Five-year project to start in spring; tender packages have wide range

The final stage of modernizing CFB Esquimalt's massive Cape Breton Fleet Maintenance Facility could be worth as much as $187 million and is expected to produce plenty of high-paying jobs over the next five years.

The project will start in the spring and includes a mixed bag of seven work packages, including new building, deconstruction of existing buildings, fit-ups in new spaces and decontaminating sites - all to be carried out while regular operations continue at the maintenance facility and across the naval base.

The work is being tendered in parts, each valued at between $15 million and $40 million. It's getting started using a construction management team of partners EllisDon Corp. and Kinetic Construction.

The "total value could be as high as $187 million over five years," confirmed Rick Gudz, Esquimalt manager of operations for Defence Construction Canada, the Crown agency responsible for infrastructure for the Department of National Defence.

By the time the last phase is finished, the Department of National Defence said the overall cost for all stages could reach $607 million.

This fifth stage is the "pièce de résistance" in the project, said Greg Baynton, president of the Vancouver Island Construction Association. "It means jobs, jobs, jobs."

The fleet maintenance project has been decades in the making. In 1977, DND approved a development plan for the base. One aspect was bringing the fleet maintenance facility up to date. It is considered the "corner garage" for repairs and refits performed by a wide range of services, including electronics, mechanical work and fabrication on Canada's Pacific Fleet and its equipment.

Workers were operating out of more than 60 buildings spread around the base, most of which were antiquated.

To make the operation more efficient and to consolidate its operations, new larger modern buildings have gone up. Some rooms are shells and will have to be fitted out. The first phase was finished in 1998.

In this last stage, the construction management team was used because it was seen as the best way to generate solutions to handle the complex job of planning, arranging the sequence of work, and seeing it carried out - saving money and time, Gudz said.

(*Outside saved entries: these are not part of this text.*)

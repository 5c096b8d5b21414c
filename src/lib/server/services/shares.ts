// share links: a 256-bit random token mailed or copied once, only its sha256 kept;
// optional expiry, revocable; a guest sees one issued revision and nothing else.
import { and, count, eq, like, or, sql } from 'drizzle-orm';
import { PUBLIC_BASE_URL } from 'astro:env/server';
import { db } from '../db';
import { assemblies, jobs, revisions, runs, shareLinks, users } from '../db/schema';
import { audit } from '../audit';
import { hashToken, tokenPair, DAY_MS } from '../tokens';
import type { ListQuery } from '../../schemas/api';
import type { ShareRow } from '../../schemas/rows';
import { likePattern, offsetOf, orderFor, pageOf, type Page } from './list';
import { fail, type Fail } from './teams';
import { runsOf } from './runs';

export const shareUrl = (token: string) => `${PUBLIC_BASE_URL}/s/${token}`;

export async function createShare(
  revisionId: number,
  actor: { id: string; teamId: number },
  input: { label: string; expiresInDays?: number | null },
  ip = '',
): Promise<{ ok: true; share: { id: number; url: string; expiresAt: Date | null } } | Fail> {
  const rev = (await db.select({ state: revisions.state, number: revisions.number }).from(revisions).where(eq(revisions.id, revisionId)).limit(1))[0];
  if (!rev) return fail(404, 'not_found', 'Not found.');
  if (rev.state !== 'issued') {
    return fail(409, 'not_issued', `Only an issued revision can be shared. Revision ${rev.number} is ${rev.state.replace('_', ' ')}: have it checked and issue it first.`);
  }
  const { token, hash } = tokenPair();
  const expiresAt = input.expiresInDays ? new Date(Date.now() + input.expiresInDays * DAY_MS) : null;
  const [row] = await db.insert(shareLinks).values({ revisionId, tokenHash: hash, label: input.label, createdBy: actor.id, expiresAt }).$returningId();
  await audit({ action: 'share_created', teamId: actor.teamId, actorId: actor.id, target: `share:${row.id}`, detail: { revisionId, label: input.label, expiresAt }, ip });
  return { ok: true, share: { id: row.id, url: shareUrl(token), expiresAt } };
}

const statusOf = (r: { revokedAt: Date | null; expiresAt: Date | null }): ShareRow['status'] =>
  r.revokedAt ? 'revoked' : r.expiresAt && r.expiresAt.getTime() <= Date.now() ? 'expired' : 'active';

export async function listShares(teamId: number, q: ListQuery, revisionId?: number): Promise<Page<ShareRow>> {
  const p = likePattern(q.q);
  const where = and(
    eq(jobs.teamId, teamId),
    revisionId ? eq(shareLinks.revisionId, revisionId) : undefined,
    q.q ? or(like(shareLinks.label, p), like(assemblies.name, p), like(jobs.name, p)) : undefined,
  );
  const base = () =>
    db
      .select({
        id: shareLinks.id,
        label: shareLinks.label,
        revisionId: shareLinks.revisionId,
        revisionNumber: revisions.number,
        assemblyId: assemblies.id,
        assemblyName: assemblies.name,
        jobName: jobs.name,
        createdByName: users.name,
        createdAt: shareLinks.createdAt,
        expiresAt: shareLinks.expiresAt,
        revokedAt: shareLinks.revokedAt,
        lastOpenedAt: shareLinks.lastOpenedAt,
        openCount: shareLinks.openCount,
      })
      .from(shareLinks)
      .innerJoin(revisions, eq(revisions.id, shareLinks.revisionId))
      .innerJoin(assemblies, eq(assemblies.id, revisions.assemblyId))
      .innerJoin(jobs, eq(jobs.id, assemblies.jobId))
      .leftJoin(users, eq(users.id, shareLinks.createdBy));
  const rows = await base()
    .where(where)
    .orderBy(
      ...orderFor(q.sort, {
        createdAt: shareLinks.createdAt,
        label: shareLinks.label,
        assemblyName: assemblies.name,
        lastOpenedAt: shareLinks.lastOpenedAt,
        openCount: shareLinks.openCount,
        expiresAt: shareLinks.expiresAt,
      }),
    )
    .limit(q.pageSize)
    .offset(offsetOf(q));
  const [{ n }] = await db
    .select({ n: count() })
    .from(shareLinks)
    .innerJoin(revisions, eq(revisions.id, shareLinks.revisionId))
    .innerJoin(assemblies, eq(assemblies.id, revisions.assemblyId))
    .innerJoin(jobs, eq(jobs.id, assemblies.jobId))
    .where(where);
  return pageOf(rows.map((r) => ({ ...r, status: statusOf(r) })), q, n);
}

export async function teamOfShare(shareId: number): Promise<number | null> {
  const rows = await db
    .select({ teamId: jobs.teamId })
    .from(shareLinks)
    .innerJoin(revisions, eq(revisions.id, shareLinks.revisionId))
    .innerJoin(assemblies, eq(assemblies.id, revisions.assemblyId))
    .innerJoin(jobs, eq(jobs.id, assemblies.jobId))
    .where(eq(shareLinks.id, shareId))
    .limit(1);
  return rows[0]?.teamId ?? null;
}

export async function revokeShare(shareId: number, actor: { id: string; teamId: number }, ip = ''): Promise<{ ok: true; revokedAt: Date } | Fail> {
  const row = (await db.select({ revokedAt: shareLinks.revokedAt }).from(shareLinks).where(eq(shareLinks.id, shareId)).limit(1))[0];
  if (!row) return fail(404, 'not_found', 'Not found.');
  if (row.revokedAt) return { ok: true, revokedAt: row.revokedAt };
  const revokedAt = new Date();
  await db.update(shareLinks).set({ revokedAt }).where(eq(shareLinks.id, shareId));
  await audit({ action: 'share_revoked', teamId: actor.teamId, actorId: actor.id, target: `share:${shareId}`, ip });
  return { ok: true, revokedAt };
}

/** the document without the links to the team's library (they name the team's material ids) */
function withoutLibraryRefs(model: unknown): unknown {
  if (!model || typeof model !== 'object' || !Array.isArray((model as { layers?: unknown }).layers)) return model;
  const doc = model as { layers: Record<string, unknown>[] };
  return { ...doc, layers: doc.layers.map((l) => ({ ...l, materialRef: null })) };
}

/** what a guest may see: one revision, its assembly's name and element, its job's name, its runs */
export interface SharedRevision {
  assembly: { name: string; element: 'wall' | 'roof' | 'floor' };
  job: { name: string };
  revision: { number: number; state: string; createdAt: Date; model: unknown };
  runs: { createdAt: Date; exposure: unknown; summary: unknown }[];
}

/** a share link that works, as checked (and counted) for one opening */
export interface ShareCheck {
  ok: true;
  linkId: number;
  revisionId: number;
  teamId: number;
  /** the newest run kept with the revision (any kind), null without one: a new run changes the page */
  newestRunId: number | null;
}

const NOT_FOUND = 'This link does not lead to anything. Check that the whole link was copied.';

/**
 * Check a share link and count the opening: one indexed read of the link (with its revision's
 * team and newest kept run), then the count and the audit row, written side by side. Unknown →
 * 404; revoked or expired → 410 with a message for the guest. Runs on every opening, also when
 * the page itself comes from the cache, so a withdrawn or expired link stops working at once.
 */
export async function checkShare(token: string, ip = ''): Promise<ShareCheck | Fail> {
  if (!token || token.length < 20 || token.length > 100) return fail(404, 'share_not_found', NOT_FOUND);
  const rows = await db
    .select({
      id: shareLinks.id,
      revokedAt: shareLinks.revokedAt,
      expiresAt: shareLinks.expiresAt,
      revisionId: shareLinks.revisionId,
      teamId: jobs.teamId,
      newestRunId: sql<number | null>`(select max(${runs.id}) from ${runs} where ${runs.revisionId} = ${shareLinks.revisionId})`,
    })
    .from(shareLinks)
    .innerJoin(revisions, eq(revisions.id, shareLinks.revisionId))
    .innerJoin(assemblies, eq(assemblies.id, revisions.assemblyId))
    .innerJoin(jobs, eq(jobs.id, assemblies.jobId))
    .where(eq(shareLinks.tokenHash, hashToken(token)))
    .limit(1);
  const row = rows[0];
  if (!row) return fail(404, 'share_not_found', NOT_FOUND);
  if (row.revokedAt) return fail(410, 'share_revoked', 'This link was withdrawn by the team that shared it. Ask them for a new one if you still need it.');
  if (row.expiresAt && row.expiresAt.getTime() <= Date.now()) return fail(410, 'share_expired', 'This link has expired. Ask the team that shared it for a new one.');
  // every opening is counted and audited, whoever asks and however
  await Promise.all([
    db
      .update(shareLinks)
      .set({ lastOpenedAt: new Date(), openCount: sql`${shareLinks.openCount} + 1` })
      .where(eq(shareLinks.id, row.id)),
    audit({ action: 'share_opened', teamId: row.teamId, target: `share:${row.id}`, ip }),
  ]);
  const newest = row.newestRunId === null ? null : Number(row.newestRunId);
  return { ok: true, linkId: row.id, revisionId: row.revisionId, teamId: row.teamId, newestRunId: Number.isFinite(newest) ? newest : null };
}

/** what a checked link shows: the revision, its assembly and job, and its kept runs */
export async function sharedOf(check: ShareCheck): Promise<{ ok: true; shared: SharedRevision; revisionId: number; newestRunId: number | null } | Fail> {
  const rows = await db
    .select({
      number: revisions.number,
      state: revisions.state,
      createdAt: revisions.createdAt,
      model: revisions.model,
      assemblyName: assemblies.name,
      element: assemblies.element,
      jobName: jobs.name,
    })
    .from(revisions)
    .innerJoin(assemblies, eq(assemblies.id, revisions.assemblyId))
    .innerJoin(jobs, eq(jobs.id, assemblies.jobId))
    .where(eq(revisions.id, check.revisionId))
    .limit(1);
  const row = rows[0];
  if (!row) return fail(404, 'share_not_found', NOT_FOUND);
  const kept = await runsOf(check.revisionId);
  const runs = kept.map((r) => ({ createdAt: r.createdAt, exposure: r.exposure, summary: r.summary }));
  return {
    ok: true,
    shared: {
      assembly: { name: row.assemblyName, element: row.element },
      job: { name: row.jobName },
      revision: { number: row.number, state: row.state, createdAt: row.createdAt, model: withoutLibraryRefs(row.model) },
      runs,
    },
    // for the server's own use (the cached view), never sent to the guest
    revisionId: check.revisionId,
    newestRunId: kept.find((r) => r.hasSeries)?.id ?? null,
  };
}

/**
 * Open a share link as a guest: records the opening (count, time, audit row) and reads what it shows.
 * Unknown → 404; revoked or expired → 410 with a message for the guest.
 */
export async function openShare(token: string, ip = ''): Promise<{ ok: true; shared: SharedRevision; revisionId: number; newestRunId: number | null } | Fail> {
  const check = await checkShare(token, ip);
  if (!check.ok) return check;
  return sharedOf(check);
}
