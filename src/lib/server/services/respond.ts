import type { APIContext } from 'astro';
import { apiError } from '../http';

/** a service failure as the one JSON error shape */
export function failure(f: { status: number; code: string; message: string; fields?: Record<string, string> }): Response {
  return apiError(f.status, f.code, f.message, f.fields);
}

/** a positive whole-number route parameter, or null (answered as 404 by the caller) */
export function idOf(value: string | undefined): number | null {
  if (!value || !/^\d{1,10}$/.test(value)) return null;
  const n = Number(value);
  return n > 0 ? n : null;
}

export const notFound = () => apiError(404, 'not_found', 'Not found.');

export function clientIp(ctx: Pick<APIContext, 'clientAddress'>): string {
  try {
    return ctx.clientAddress ?? '';
  } catch {
    return '';
  }
}

export const json = (body: unknown, status = 200) => Response.json(body, { status, headers: { 'cache-control': 'no-store' } });
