import { teamsOf, type Member } from '../access';

/** the team a page works in: ?team= when the person belongs to it, else their first team */
export async function currentTeam(userId: string, url: URL): Promise<{ current: Member | null; all: Member[] }> {
  const all = await teamsOf(userId);
  const wanted = Number(url.searchParams.get('team'));
  const current = all.find((m) => m.teamId === wanted) ?? all[0] ?? null;
  return { current, all };
}

/** a same-site path to go to after signing in; anything else becomes /jobs */
export function safeNext(value: string | null | undefined): string {
  if (!value || !value.startsWith('/') || value.startsWith('//') || value.startsWith('/\\')) return '/jobs';
  return value;
}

EllisDon and Kinetic are operating as a joint venture on a fee basis, which is confidential, Gudz said.

David McFarlane, Ellis-Don vice-president and area manager in B.C., said both EllisDon and Kinetic have completed several projects for DND in the past "and we are keen on continuing our great relationship with them."

EllisDon and Kinetic are also currently partners on the Hillside shopping centre expansion.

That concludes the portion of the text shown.